Task material START

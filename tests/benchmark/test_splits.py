"""Folds: every dyad tested once, pairs together, links shared out evenly, the same on every machine."""

from __future__ import annotations

import numpy as np
import pytest

from steelyard.benchmark import DyadFolds
from steelyard.models.checks import ExampleFlows


@pytest.mark.parametrize("directed", [True, False])
@pytest.mark.parametrize("folds", [2, 7, 10])
def test_each_dyad_is_tested_exactly_once(directed: bool, folds: int) -> None:
    dyads = ExampleFlows(directed).dyads
    tested = np.zeros((dyads.n_nodes, dyads.n_nodes), dtype=int)
    for fold in DyadFolds(folds, 1, seed=3):
        training, test = fold.divide(dyads)
        assert len(training) + len(test) == len(dyads)
        tested[test.origin, test.destination] += 1
        seen = set(zip(training.origin.tolist(), training.destination.tolist(), strict=True))
        assert not seen & set(zip(test.origin.tolist(), test.destination.tolist(), strict=True))
    assert (tested[dyads.origin, dyads.destination] == 1).all()


def test_both_directions_share_a_fold() -> None:
    dyads = ExampleFlows(directed=True).dyads
    assigned = DyadFolds(10, 1, seed=3).assignment(dyads, repeat=1)
    assert (assigned == assigned.T).all()
    assert set(np.unique(assigned[~np.eye(dyads.n_nodes, dtype=bool)])) == set(range(1, 11))


def test_links_are_shared_out_evenly() -> None:
    """Pairs are dealt within strata of 0, 1 and 2 links, so folds differ by at most three pairs' links."""
    dyads = ExampleFlows(directed=True).dyads
    links = [fold.divide(dyads)[1].n_links for fold in DyadFolds(10, 1, seed=3)]
    assert max(links) - min(links) <= 3
    sizes = [len(fold.divide(dyads)[1]) for fold in DyadFolds(10, 1, seed=3)]
    assert max(sizes) - min(sizes) <= 2


def test_seed_and_repeat_decide() -> None:
    dyads = ExampleFlows(directed=True).dyads
    first = DyadFolds(5, 2, seed=3)
    assert (first.assignment(dyads, 1) == DyadFolds(5, 2, seed=3).assignment(dyads, 1)).all()
    assert (first.assignment(dyads, 1) != first.assignment(dyads, 2)).any()
    assert (first.assignment(dyads, 1) != DyadFolds(5, 2, seed=4).assignment(dyads, 1)).any()
    assert [(f.repeat, f.fold) for f in DyadFolds(2, 2, seed=0)] == [(1, 1), (1, 2), (2, 1), (2, 2)]


def test_folds_of_a_view_stay_inside_it() -> None:
    flows = ExampleFlows(directed=True)
    view = flows.dyads.select(flows.training_mask())
    total = sum(len(fold.divide(view)[1]) for fold in DyadFolds(4, 1, seed=1))
    assert total == len(view)
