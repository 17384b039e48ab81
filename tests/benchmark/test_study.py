"""Study files: what is right becomes objects, what is wrong becomes one sentence each."""

from __future__ import annotations

from pathlib import Path

import pytest

from steelyard.benchmark import load_study, study_from_text
from steelyard.datasets import (
    DistanceCovariate,
    DyadCovariate,
    End,
    MatchCovariate,
    NodeCovariate,
    SteelyardError,
    Transform,
)
from steelyard.models import Family, Information, TwoPart
from steelyard.models.econometric.negative_binomial import NegativeBinomialModel

HEAD = """
title = "t"
seed = 1
[data]
dataset = "islands"
[covariates]
origin_size = { node = "throughput", end = "origin", transform = "log" }
distance = { dyad = "sea_distance", transform = "log" }
same = { node = "language", match = true }
sphere = { coordinates = ["latitude", "longitude"], transform = "log1p" }
[specifications]
gravity = ["origin_size", "distance"]
"""
POISSON = """
[[candidates]]
label = "P"
model = "poisson"
covariates = "gravity"
"""
ZIP = """
[[candidates]]
model = "zero_inflated_poisson"
covariates = "gravity"
"""


def study(text: str):
    return study_from_text(text, folder=Path(), name="study.toml")


def problems(text: str) -> list[str]:
    with pytest.raises(SteelyardError) as caught:
        study(text)
    return str(caught.value).splitlines()


def test_a_study_becomes_objects() -> None:
    found = study(HEAD + POISSON + '[[validation]]\nscheme = "dyads"\nfolds = 4\nrepeats = 2\n')
    assert found.covariates == {
        "origin_size": NodeCovariate("throughput", End.ORIGIN, Transform.LOG),
        "distance": DyadCovariate("sea_distance", Transform.LOG),
        "same": MatchCovariate("language"),
        "sphere": DistanceCovariate("latitude", "longitude", Transform.LOG1P),
    }
    assert found.candidates[0].label == "P"
    assert found.candidates[0].model.covariates == ("origin_size", "distance")
    assert (found.validation[0].folds, found.validation[0].repeats, found.validation[0].seed) == (4, 2, 1)
    assert found.network.n_nodes == 60


def test_options_reach_their_models() -> None:
    """Inflation takes a specification's name or a list of names, and is the constant alone where it is not given."""
    text = HEAD + ZIP + 'label = "a"\n' + ZIP + 'label = "b"\ninflation = "gravity"\n'
    text += ZIP + 'label = "c"\ninflation = ["distance"]\n'
    text += POISSON.replace("poisson", "negative_binomial").replace('"P"', '"d"') + "form = 1\n"
    first, second, third, fourth = (c.model for c in study(text).candidates)
    assert (first.inflation, second.inflation, third.inflation) == (
        (),
        ("origin_size", "distance"),
        ("distance",),
    )
    assert fourth.form == 1


def test_a_grid_expands_to_every_pair() -> None:
    grid = """
[[candidates]]
label = "grid"
links = [{ model = "density" }, { model = "configuration" }]
weights = [{ model = "geometric" }, { model = "lognormal", covariates = ["distance"] }]
"""
    found = study(HEAD + grid).candidates
    assert [c.label for c in found] == [
        "grid: density x geometric",
        "grid: density x lognormal",
        "grid: configuration x geometric",
        "grid: configuration x lognormal",
    ]
    assert all(isinstance(c.model, TwoPart) for c in found)
    assert [c.model.family for c in found] == [Family.MAXIMUM_ENTROPY, Family.MIXED] * 2
    assert [c.model.information for c in found] == [Information.DENSITY] * 2 + [Information.DEGREES] * 2


def test_the_form_of_a_negative_binomial_comes_from_the_study() -> None:
    written = POISSON.replace('"P"', '"NB1"').replace('"poisson"', '"negative_binomial"\nform = 1')
    plain = POISSON.replace('"poisson"', '"negative_binomial"')
    models = [c.model for c in study(HEAD + plain + written).candidates]
    assert models == [
        NegativeBinomialModel(("origin_size", "distance"), form=2),
        NegativeBinomialModel(("origin_size", "distance"), form=1),
    ]


# Each broken study, and the words that its one sentence must hold.
BROKEN = {
    "no TOML": ("title = = 1", ["study.toml", "not valid TOML", "line 1"]),
    "missing title": ((HEAD + POISSON).replace('title = "t"', ""), ["title", "required"]),
    "unknown top key": ("tittle = 1\n" + HEAD + POISSON, ["tittle", "'title'"]),
    "unknown data key": (
        (HEAD + POISSON).replace('dataset = "islands"', 'dataset = "islands"\ndirectd = true'),
        ["data", "directd", "'directed'"],
    ),
    "wrong type": ((HEAD + POISSON).replace("seed = 1", 'seed = "one"'), ["seed", "integer", "'one'"]),
    "bad unit": (
        (HEAD + POISSON).replace('dataset = "islands"', 'dataset = "islands"\nunit = 0.0'),
        ["unit", "greater than 0", "0.0"],
    ),
    "unknown data set": (
        HEAD.replace('"islands"', '"island"') + POISSON,
        ["data set", "'island'", "'islands'"],
    ),
    "unknown period": (
        (HEAD + POISSON).replace('dataset = "islands"', 'dataset = "islands"\nperiod = 1999'),
        ["period", "1999", "2029"],
    ),
    "no data": ((HEAD + POISSON).replace('dataset = "islands"', ""), ["dataset", "flows"]),
    "no candidates": (HEAD, ["candidates", "required"]),
    "a form that there is not": (
        HEAD + POISSON.replace('"poisson"', '"negative_binomial"\nform = 3'),
        ["form of a negative binomial", "1", "2", "got 3"],
    ),
    "a form that is a word": (
        HEAD + POISSON.replace('"poisson"', '"negative_binomial"\nform = "one"'),
        ["'form'", "integer", "'one'"],
    ),
    "unknown model": (
        HEAD + POISSON.replace('"poisson"', '"poison"'),
        ["candidates 1", "'P'", "poison", "'poisson'"],
    ),
    "unknown covariate of the inflation": (
        HEAD + ZIP + 'inflation = ["distanc"]\n',
        ["candidates 1", "no covariate 'distanc'", "did you mean 'distance'"],
    ),
    "unknown specification of the inflation": (
        HEAD + ZIP + 'inflation = "gravit"\n',
        ["candidates 1", "no specification 'gravit'", "did you mean 'gravity'"],
    ),
    "another form": (
        HEAD + POISSON.replace("poisson", "negative_binomial") + "form = 3\n",
        ["candidates 1", "must be 1", "or 2", "got 3"],
    ),
    "unknown option": (HEAD + POISSON + "speed = 3\n", ["candidates 1", "no option 'speed'"]),
    "no covariates": (
        HEAD + POISSON.replace('covariates = "gravity"', ""),
        ["'poisson'", "needs covariates"],
    ),
    "unneeded covariates": (
        HEAD + POISSON.replace('"poisson"', '"density"'),
        ["'density'", "takes no covariates"],
    ),
    "unknown specification": (HEAD + POISSON.replace('"gravity"', '"gravty"'), ["gravty", "'gravity'"]),
    "unknown covariate": (
        HEAD + POISSON.replace('"gravity"', '["distanse"]'),
        ["candidates 1", "distanse", "'distance'"],
    ),
    "covariate twice": (HEAD + POISSON.replace('"gravity"', '["same", "same"]'), ["twice"]),
    "bad specification": (
        (HEAD + POISSON).replace('["origin_size", "distance"]', '["origin_size", "distnce"]'),
        ["specifications.gravity", "distnce", "'distance'"],
    ),
    "labels repeat": (HEAD + POISSON + POISSON, ["'P'", "more than once"]),
    "half a candidate": (
        HEAD + '[[candidates]]\nlabel = "x"\nlinks = { model = "density" }\n',
        ["both links", "weights"],
    ),
    "wrong part": (
        HEAD
        + '[[candidates]]\nlabel = "x"\nlinks = { model = "geometric" }\nweights = { model = "geometric" }\n',
        ["links part", "'geometric'", "weights"],
    ),
    "both forms": (HEAD + POISSON + 'links = { model = "density" }\n', ["either model"]),
    "no source of a covariate": (
        HEAD.replace('{ dyad = "sea_distance", transform = "log" }', '{ transform = "log" }') + POISSON,
        ["covariates.distance", "exactly one"],
    ),
    "no end": (HEAD.replace(', end = "origin"', "") + POISSON, ["covariates.origin_size", "end"]),
    "bad end": (HEAD.replace('"origin"', '"orign"') + POISSON, ["end", "'origin'", "'orign'"]),
    "unknown column": (
        HEAD.replace('"throughput"', '"thruput"') + POISSON,
        ["origin_size", "thruput", "'throughput'"],
    ),
    "text column": (HEAD.replace('"throughput"', '"archipelago"') + POISSON, ["archipelago", "numbers"]),
    "undirected origin": (
        (HEAD + POISSON).replace('dataset = "islands"', 'dataset = "islands"\ndirected = false'),
        ["origin_size", "undirected", "both"],
    ),
    "unknown scheme": (HEAD + POISSON + '[[validation]]\nscheme = "dyad"\n', ["scheme", "'dyad'", "'dyads'"]),
    "one fold": (HEAD + POISSON + '[[validation]]\nscheme = "dyads"\nfolds = 1\n', ["folds", "2"]),
    "statistics": (HEAD + POISSON + "[statistics]\ndraws = 10\n", ["statistics", "not available"]),
    "unknown format": (HEAD + POISSON + '[report]\nformats = ["pdf"]\n', ["formats", "'html'", "pdf"]),
}


@pytest.mark.parametrize("case", BROKEN)
def test_bad_input_is_one_sentence(case: str) -> None:
    text, words = BROKEN[case]
    (sentence,) = problems(text)
    assert not [word for word in words if word not in sentence], sentence
    assert "Error" not in sentence
    assert "pydantic" not in sentence


def test_several_problems_are_told_at_once() -> None:
    text = (
        HEAD
        + POISSON.replace('"poisson"', '"poison"')
        + POISSON.replace('"P"', '"Q"').replace("gravity", "g")
    )
    assert len(problems(text)) == 2


def test_a_missing_study_file(tmp_path: Path) -> None:
    with pytest.raises(SteelyardError, match="no such study file"):
        load_study(tmp_path / "none.toml")


def test_own_files_are_found_beside_the_study(tmp_path: Path) -> None:
    (tmp_path / "flows.csv").write_text("from,to,tonnes\nNA,B,3\nB,C,2\nC,NA,1\n")
    (tmp_path / "places.csv").write_text("id,mass\nNA,1\nB,2\nC,4\n")
    (tmp_path / "study.toml").write_text(
        """
title = "own"
seed = 1
[data]
flows = "flows.csv"
nodes = "places.csv"
columns = { origin = "from", destination = "to", flow = "tonnes", node = "id" }
[covariates]
mass = { node = "mass", end = "both", transform = "log" }
[[candidates]]
model = "poisson"
covariates = ["mass"]
"""
    )
    found = load_study(tmp_path / "study.toml")
    assert found.network.labels == ("NA", "B", "C")
    assert found.network.total == 6.0
    assert found.candidates[0].label == "poisson"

Task material END

What needs to be done
Output, please, only the lines running from the start of the entries through the line that contains "2, seed=3).assignment(dyads, 1)).all()", including both of those lines.

Task output
filename tests/benchmark/test_splits.py
"""Folds: every dyad tested once, pairs together, links shared out evenly, the same on every machine."""

from __future__ import annotations

import numpy as np
import pytest

from steelyard.benchmark import DyadFolds
from steelyard.models.checks import ExampleFlows


@pytest.mark.parametrize("directed", [True, False])
@pytest.mark.parametrize("folds", [2, 7, 10])
def test_each_dyad_is_tested_exactly_once(directed: bool, folds: int) -> None:
    dyads = ExampleFlows(directed).dyads
    tested = np.zeros((dyads.n_nodes, dyads.n_nodes), dtype=int)
    for fold in DyadFolds(folds, 1, seed=3):
        training, test = fold.divide(dyads)
        assert len(training) + len(test) == len(dyads)
        tested[test.origin, test.destination] += 1
        seen = set(zip(training.origin.tolist(), training.destination.tolist(), strict=True))
        assert not seen & set(zip(test.origin.tolist(), test.destination.tolist(), strict=True))
    assert (tested[dyads.origin, dyads.destination] == 1).all()


def test_both_directions_share_a_fold() -> None:
    dyads = ExampleFlows(directed=True).dyads
    assigned = DyadFolds(10, 1, seed=3).assignment(dyads, repeat=1)
    assert (assigned == assigned.T).all()
    assert set(np.unique(assigned[~np.eye(dyads.n_nodes, dtype=bool)])) == set(range(1, 11))


def test_links_are_shared_out_evenly() -> None:
    """Pairs are dealt within strata of 0, 1 and 2 links, so folds differ by at most three pairs' links."""
    dyads = ExampleFlows(directed=True).dyads
    links = [fold.divide(dyads)[1].n_links for fold in DyadFolds(10, 1, seed=3)]
    assert max(links) - min(links) <= 3
    sizes = [len(fold.divide(dyads)[1]) for fold in DyadFolds(10, 1, seed=3)]
    assert max(sizes) - min(sizes) <= 2


def test_seed_and_repeat_decide() -> None:
    dyads = ExampleFlows(directed=True).dyads
    first = DyadFolds(5, 2, seed=3)
    assert (first.assignment(dyads, 1) == DyadFolds(5, 2, seed=3).assignment(dyads, 1)).all()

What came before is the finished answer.